◆ What is required
Your response should contain every line from the data below that holds the string "error".

◆ Records supplied
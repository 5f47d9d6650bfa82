export { type App, createApp } from './app.ts';
export type {
  Answered,
  AppState,
  Base,
  Dialog,
  FigureKey,
  Guarded,
  HourMark,
  OpenDocument,
  RunState,
  Scheme,
  Screen,
} from './app-state.ts';
export { asksForSite, isDirty } from './app-state.ts';
export type { RunInput, RunOutcome, RunYear, Watch } from './runs.ts';
export {
  AppContext,
  type RoomResult,
  roomResult,
  useApp,
  useAppState,
  useCalendar,
} from './use-app.ts';
export {
  type EditedProject,
  explainedOf,
  type ReadProject,
  readProject,
  useEditedProject,
  useProject,
} from './use-project.ts';
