// The acts on the open document: edits with undo, saving, drafts, and the guard over unsaved work.

import type { StoreApi } from 'zustand/vanilla';
import type { Json } from '../../../engine/index.ts';
import {
  beginStory,
  type Edit,
  edit,
  endGesture,
  projectText,
  readDocument,
  redo,
  type Story,
  tell,
  undo,
} from '../../project/index.ts';
import type { DeskFiles } from '../desk/index.ts';
import { type AppState, isDirty, type OpenDocument } from './app-state.ts';
import type { Runs } from './runs.ts';

export interface Documents {
  /** Makes a named step and runs the year again. */
  edit(edit: Edit): void;
  /** A handle was let go: the next edit is a step of its own. */
  endGesture(): void;
  undo(): void;
  redo(): void;
  /** Goes back, or forward, until so many steps lie behind. */
  goToStep(past: number): void;
  /** Puts a whole document in place of the present one, as a step. */
  goBackTo(document: Json, name: string): void;
  /** False when it was not saved: the user left the dialog, or the file changed. */
  save(): Promise<boolean>;
  saveTo(path: string | null, name: string, replaces?: 'anything'): Promise<boolean>;
  /** Does it at once, or asks about unsaved work first. */
  guard(words: string, go: () => void): void;
  /** The text of the present document. */
  text(): string;
}

const draftAfterMs = 1000;

export function openDocument(
  text: string,
  file: { readonly path?: string | undefined; readonly sha256?: string | undefined },
): OpenDocument | null {
  const document = readDocument(text);
  if (document === null) return null;
  return {
    story: beginStory(document),
    saved: document,
    path: file.path ?? null,
    sha256: file.sha256 ?? null,
    savedAt: null,
  };
}

export function makeDocuments(
  store: StoreApi<AppState>,
  runs: Runs,
  files: DeskFiles | undefined,
  now: () => number,
): Documents {
  const { getState: get, setState: set } = store;
  let draftTimer: ReturnType<typeof setTimeout> | undefined;

  /** Puts a story in place of the present one; what changed is run and drafted. */
  function take(story: Story) {
    const { document, project } = get();
    if (!document || !project || story === document.story) return;
    const isSame = story.now.document === document.story.now.document;
    set({
      document: { ...document, story },
      ...(isSame
        ? {}
        : {
            project: { ...project, text: projectText(story.now.document) },
            isStale: get().simulation !== null,
          }),
    });
    if (isSame) return;
    void runs.run();
    clearTimeout(draftTimer);
    draftTimer = setTimeout(() => void keepDraft(), draftAfterMs);
  }

  async function keepDraft() {
    const { document, project, weather } = get();
    if (!files || !document || !project) return;
    try {
      if (!isDirty(get())) return await files.dropDraft(draftId(document));
      await files.keepDraft({
        id: draftId(document),
        path: document.path,
        name: project.file,
        weatherPath: weather?.path ?? null,
        replaces: document.sha256,
        text: project.text,
      });
    } catch (error) {
      set({
        notice: `Not kept aside: ${error instanceof Error ? error.message : 'no reason given'}`,
      });
    }
  }

  async function saveTo(path: string | null, name: string, force?: 'anything'): Promise<boolean> {
    const { document, project, weather } = get();
    if (!document || !project) return false;
    if (!files) {
      download(name, project.text);
      set({ document: { ...document, saved: document.story.now.document, savedAt: now() } });
      return true;
    }
    try {
      const isOwn = path !== null && path === document.path;
      const answer = await files.save({
        path,
        name,
        text: project.text,
        replaces: force ?? (isOwn ? document.sha256 : null),
      });
      if (answer.kind === 'left') return false;
      if (answer.kind === 'changed') {
        set({ isChangedOnDisk: true, notice: `Not saved. ${answer.message}` });
        return false;
      }
      const held = get().document;
      if (!held || draftId(held) !== draftId(document)) return true; // another one is open by now
      const isMoved = answer.path !== document.path;
      set({
        document: {
          ...held,
          saved: document.story.now.document,
          path: answer.path,
          sha256: answer.sha256,
          savedAt: now(),
        },
        project: { ...project, text: get().project?.text ?? project.text, file: answer.name },
        isChangedOnDisk: false,
        notice: `Saved as ${answer.name}.`,
      });
      await files.dropDraft(draftId(document));
      if (isMoved && weather?.path) await nameWeather(weather.path, answer.path);
      return true;
    } catch (error) {
      set({
        notice: `Not saved. ${error instanceof Error ? error.message : 'No reason was given.'}`,
      });
      return false;
    }
  }

  /** A project that moved names its weather table anew, and is saved with it. */
  async function nameWeather(weatherPath: string, projectPath: string) {
    const relative = await files?.weatherPathFrom(weatherPath, projectPath);
    const { document } = get();
    if (!relative || !document || weatherFileOf(document.story.now.document) === relative) return;
    const told = tell(document.story, {
      name: 'Weather table named from the new place',
      changes: [{ path: 'weather.file', value: relative }],
    });
    if (!told.ok) return;
    take(told.story);
    await save();
  }

  async function save(): Promise<boolean> {
    const { document, project } = get();
    if (!document || !project) return false;
    if (document.path !== null) return saveTo(document.path, project.file);
    if (!files || files.hasDialogs) return saveTo(null, fileName(project.file));
    set({ dialog: 'save-as' });
    return false;
  }

  const step = (move: (story: Story) => Story) => {
    const { document } = get();
    if (document) take(move(endGesture(document.story)));
  };

  return {
    edit(change) {
      const { document } = get();
      if (!document) return;
      const told = tell(document.story, change);
      if (told.ok) take(told.story);
      else set({ notice: `Not changed: ${told.why}.` });
    },
    endGesture: () => step((story) => story),
    undo: () => step(undo),
    redo: () => step(redo),
    goToStep(past) {
      step((story) => {
        let at = story;
        while (at.past.length > past) at = undo(at);
        while (at.past.length < past && at.future.length > 0) at = redo(at);
        return at;
      });
    },
    goBackTo(before, name) {
      step((story) => edit(story, { document: before, name, gesture: null }));
    },
    save,
    saveTo,
    guard(words, go) {
      if (isDirty(get())) set({ guarded: { words, go } });
      else go();
    },
    text: () => get().project?.text ?? '',
  };
}

/** One draft a document: named after where it begins, so that a reload finds its own. */
const draftIds = new WeakMap<object, string>();

function firstOf({ story }: OpenDocument): object {
  const first = (story.past[0] ?? story.now).document;
  return typeof first === 'object' && first !== null ? first : story;
}

/** The document was opened from this draft, and takes its place. */
export function adoptDraft(document: OpenDocument, id: string): void {
  draftIds.set(firstOf(document), id);
}

function draftId(document: OpenDocument): string {
  const key = firstOf(document);
  const known = draftIds.get(key);
  if (known) return known;
  const fresh = crypto.randomUUID();
  draftIds.set(key, fresh);
  return fresh;
}

export function weatherFileOf(document: Json): string | null {
  if (typeof document !== 'object' || document === null || !('weather' in document)) return null;
  const { weather } = document as { readonly weather?: Json };
  if (typeof weather !== 'object' || weather === null || !('file' in weather)) return null;
  const { file } = weather as { readonly file?: Json };
  return typeof file === 'string' ? file : null;
}

const ending = '.inglenook.json';
/** A file's name with the right ending. */
export function fileName(name: string): string {
  return name.endsWith(ending) ? name : `${name.replace(/\.json$/i, '')}${ending}`;
}

/** A plain page can only hand the text over. */
function download(name: string, text: string) {
  const link = document.createElement('a');
  link.href = URL.createObjectURL(new Blob([text], { type: 'application/json' }));
  link.download = fileName(name);
  link.click();
  URL.revokeObjectURL(link.href);
}
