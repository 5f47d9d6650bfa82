// The open document as the screens read it: the form that is edited, the whole building behind it with
// defaults and library filled in, and what is wrong with it.

import { useMemo } from 'react';
import {
  type Building,
  type BuildingExplained,
  explainBuilding,
  type Json,
  parseProjectDocument,
} from '../../../engine/index.ts';
import type { Fault } from '../../../weather/index.ts';
import { type ProjectForm, projectForm } from '../../project/index.ts';
import { useAppState } from './use-app.ts';

export interface ReadProject {
  /** Null where the file does not even fit the form. */
  readonly form: ProjectForm | null;
  /** Null while there are faults. */
  readonly building: Building | null;
  readonly faults: readonly Fault[];
}

const read = new WeakMap<object, ReadProject>();
const explained = new WeakMap<Building, BuildingExplained>();
/** The last building without faults: derived figures stay while a fault is mended. */
let lastGood: Building | null = null;

export function readProject(document: Json, file: string): ReadProject {
  if (typeof document !== 'object' || document === null) {
    return { form: null, building: null, faults: [] };
  }
  const known = read.get(document);
  if (known) return known;
  const parsed = parseProjectDocument(document, file);
  const found: ReadProject = parsed.ok
    ? { form: document as unknown as ProjectForm, building: parsed.value, faults: [] }
    : { form: projectForm(document), building: null, faults: parsed.faults };
  read.set(document, found);
  if (found.building) lastGood = found.building;
  return found;
}

const nothing: ReadProject = { form: null, building: null, faults: [] };

export function useProject(): ReadProject {
  const document = useAppState((state) => state.document?.story.now.document);
  const file = useAppState((state) => state.project?.file ?? '');
  return useMemo(
    () => (document === undefined ? nothing : readProject(document, file)),
    [document, file],
  );
}

export interface EditedProject {
  readonly form: ProjectForm;
  /** Of the present document, or of the last one without faults. */
  readonly building: Building;
}

/** For screens that edit; null where there is nothing to edit. */
export function useEditedProject(): EditedProject | null {
  const { form, building } = useProject();
  const held = building ?? lastGood;
  return useMemo(() => (form && held ? { form, building: held } : null), [form, held]);
}

export function explainedOf(building: Building): BuildingExplained {
  const known = explained.get(building);
  if (known) return known;
  const fresh = explainBuilding(building);
  explained.set(building, fresh);
  return fresh;
}
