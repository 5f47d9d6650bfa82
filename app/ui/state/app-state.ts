// What the window shows and holds. Results are derived from project and weather and are never saved.

import type { Json } from '../../../engine/index.ts';
import type { Fault, Site } from '../../../weather/index.ts';
import type { Story } from '../../project/index.ts';
import type { DraftNote, OpenedFile, RecentProject } from '../desk/index.ts';
import type { UnitSystem } from '../format/index.ts';
import type { Simulation } from '../simulation.ts';

export type Screen =
  | 'welcome'
  | 'site'
  | 'plan'
  | 'rooms'
  | 'fabric'
  | 'use'
  | 'plant'
  | 'methods'
  | 'house'
  | 'room';

export type Scheme = 'system' | 'light' | 'dark';

/** The finding that the rooms are ranked by. */
export type FigureKey = 'heating' | 'peak' | 'below' | 'above' | 'highest' | 'lowest';

export type RunState =
  | { readonly kind: 'idle' }
  /** `share` from 0 to 1. */
  | { readonly kind: 'running'; readonly share: number; readonly stage: string }
  | { readonly kind: 'cancelled' }
  | { readonly kind: 'refused'; readonly faults: readonly Fault[] }
  /** Our own mistake, or the machine's: in plain words. */
  | { readonly kind: 'broken'; readonly reason: string };

export type Dialog =
  | 'commands'
  | 'shortcuts'
  | 'site'
  | 'steps'
  | 'save-as'
  | 'versions'
  | 'about'
  | null;

/** The document that is edited, and what its file holds. */
export interface OpenDocument {
  readonly story: Story;
  /** The document as it was last opened or saved; null for work that no file holds. */
  readonly saved: Json | null;
  /** Where it is saved to; null until the user has named a place. */
  readonly path: string | null;
  /** SHA-256 of the file as it was last read or written here. */
  readonly sha256: string | null;
  readonly savedAt: number | null;
}

/** One cut of the year: how coarse the steps were, and what came out. */
export interface Answered {
  /** At hour steps, which come first. */
  readonly coarse: Simulation | null;
  /** At quarter-hour steps. */
  readonly full: Simulation | null;
}

/** What the findings are set against. */
export interface Base extends Answered {
  readonly name: string;
  readonly document: Json;
}

/** What the user wants to do while there is unsaved work. */
export interface Guarded {
  readonly words: string;
  readonly go: () => void;
}

/** The hour under the pointer or, once pinned, the hour that stays. */
export interface HourMark {
  readonly hour: number;
  readonly isPinned: boolean;
}

export interface AppState {
  /** Name and present text; the text follows every edit. */
  readonly project: OpenedFile | null;
  /** Null where nothing is open, or where the file is no JSON. */
  readonly document: OpenDocument | null;
  readonly base: Base | null;
  /** The present document's answers, as far as they have come. */
  readonly answered: Answered;
  /** Other windows with the same file open. */
  readonly others: number;
  /** Another program has written the file since. */
  readonly isChangedOnDisk: boolean;
  readonly drafts: readonly DraftNote[];
  readonly guarded: Guarded | null;
  /** Which construction, room, profile … is shown on a screen. */
  readonly chosen: Readonly<Partial<Record<Screen, string>>>;
  readonly weather: OpenedFile | null;
  /** Given by the user where the weather table names no site. */
  readonly site: Site | null;
  readonly simulation: Simulation | null;
  /** The simulation is from before the last change. */
  readonly isStale: boolean;
  readonly run: RunState;
  readonly recent: readonly RecentProject[];
  readonly screen: Screen;
  readonly roomId: string | null;
  readonly figure: FigureKey;
  readonly mark: HourMark | null;
  /** Index of the chosen week, by room; the worst one where nothing was chosen. */
  readonly weeks: Readonly<Record<string, number>>;
  readonly scheme: Scheme;
  /** Of display; the document is in SI. */
  readonly units: UnitSystem;
  readonly dialog: Dialog;
  readonly isDrawerOpen: boolean;
  /** One line to say after an action that changed nothing on the sheet. */
  readonly notice: string | null;
}

/** Whether the run was refused because nobody says where the table was measured. */
export function asksForSite({ run, site }: AppState): boolean {
  if (site) return true;
  if (run.kind !== 'refused') return false;
  return run.faults.some(({ place, expected, mend }) => {
    const where = 'path' in place ? place.path : place.column;
    return /\b(site|latitude|longitude|utc)/i.test(`${where} ${expected} ${mend}`);
  });
}

/** Whether there is work that no file holds. */
export function isDirty({ document }: Pick<AppState, 'document'>): boolean {
  return document !== null && document.story.now.document !== document.saved;
}

export const firstState: AppState = {
  project: null,
  document: null,
  base: null,
  answered: { coarse: null, full: null },
  others: 0,
  isChangedOnDisk: false,
  drafts: [],
  guarded: null,
  chosen: {},
  weather: null,
  site: null,
  simulation: null,
  isStale: false,
  run: { kind: 'idle' },
  recent: [],
  screen: 'welcome',
  roomId: null,
  figure: 'heating',
  mark: null,
  weeks: {},
  scheme: 'system',
  units: 'SI',
  dialog: null,
  isDrawerOpen: false,
  notice: null,
};
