// From a fault's place in the document to the field on the screen that edits it.

import type { Fault } from '../../../weather/index.ts';
import type { ProjectForm } from '../../project/index.ts';
import type { App, Screen } from '../state/index.ts';

interface Target {
  readonly screen: Screen;
  /** Which of the screen's things. */
  readonly id: string | null;
}

/** Where a path of the document is edited; null where the window has no field for it. */
export function targetOf(path: string, form: ProjectForm): Target | null {
  const entry = /^([a-zA-Z]+)\[(\d+)\]/.exec(path);
  const list = entry?.[1] ?? /^[a-zA-Z]+/.exec(path)?.[0] ?? '';
  const index = Number(entry?.[2] ?? NaN);
  if (list === 'rooms') {
    const room = form.rooms[index];
    if (!room) return null;
    const part = /^rooms\[\d+\]\.([a-zA-Z]+)/.exec(path)?.[1] ?? '';
    if (['heating', 'cooling', 'ventilation', 'infiltration'].includes(part)) {
      return { screen: 'plant', id: null };
    }
    if (['gains', 'comfort', 'usage'].includes(part)) return { screen: 'use', id: 'gains' };
    return { screen: 'rooms', id: room.id };
  }
  if (list === 'constructions') return withId('construction', form.constructions?.[index]?.id);
  if (list === 'glazings') return withId('glazing', form.glazings?.[index]?.id);
  if (list === 'materials') {
    const id = form.materials?.[index]?.id;
    const user = form.constructions?.find(({ layers }) =>
      layers.some((layer) => 'material' in layer && layer.material === id),
    );
    return withId('construction', user?.id);
  }
  if (list === 'schedules') return { screen: 'use', id: form.schedules?.[index]?.id ?? null };
  if (list === 'profiles' || list === 'calendar') return { screen: 'use', id: null };
  if (list === 'energy') return { screen: 'plant', id: null };
  if (list === 'physics' || list === 'site') return { screen: 'methods', id: null };
  if (list === 'weather') return { screen: 'site', id: null };
  return null;
}

function withId(kind: 'construction' | 'glazing', id: string | undefined): Target | null {
  return id === undefined ? null : { screen: 'fabric', id: `${kind}:${id}` };
}

/** Focuses the field of the path, or the nearest one that holds it. */
function focusField(path: string) {
  let at = path;
  while (at !== '') {
    const fields = [...document.querySelectorAll<HTMLElement>('[data-path]')];
    const field =
      fields.find((one) => one.dataset.path === at) ??
      fields.find((one) => one.dataset.path?.startsWith(`${at}.`));
    if (field) {
      field.scrollIntoView({ block: 'center' });
      return field.focus();
    }
    at = at.replace(/(\.[^.[]+|\[[^\]]*\])$/, '');
    if (!/[.[]/.test(at)) return;
  }
}

export function jumpTo(app: App, form: ProjectForm | null, fault: Fault): (() => void) | null {
  if (!form || !('path' in fault.place)) return null;
  const { path } = fault.place;
  const target = targetOf(path, form);
  if (!target) return null;
  return () => {
    if (target.id === null) app.go(target.screen);
    else app.choose(target.screen, target.id);
    requestAnimationFrame(() => requestAnimationFrame(() => focusField(path)));
  };
}
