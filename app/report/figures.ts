// Figures as the report writes them: thousands by comma, a true minus sign, no digit more than the
// quantity bears.

import { type Markup, markup } from './markup.ts';

const minus = '\u2212';

/** A number with fixed decimals; an en dash where there is none. */
export function figure(value: number, decimals = 0): string {
  if (!Number.isFinite(value)) return '\u2013';
  const [whole = '', part] = Math.abs(value).toFixed(decimals).split('.');
  const grouped = whole.replace(/\B(?=(\d{3})+$)/g, ',');
  const text = part === undefined ? grouped : `${grouped}.${part}`;
  return value < 0 && /[1-9]/.test(text) ? minus + text : text;
}

/** 3.3 × 10⁻¹³, for shares that are next to nothing. */
export function powerOfTen(value: number): Markup {
  if (!(value > 0) || !Number.isFinite(value)) return markup`${figure(value)}`;
  const [mantissa = '', exponent = ''] = value.toExponential(1).split('e');
  return markup`${mantissa} × 10<sup>${figure(Number(exponent))}</sup>`;
}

◆ Your response
    } catch (error) {
        notice: `Not kept aside: ${error instanceof Error ? error.message : 'no reason given'}`,
    } catch (error) {
        notice: `Not saved. ${error instanceof Error ? error.message : 'No reason was given.'}`,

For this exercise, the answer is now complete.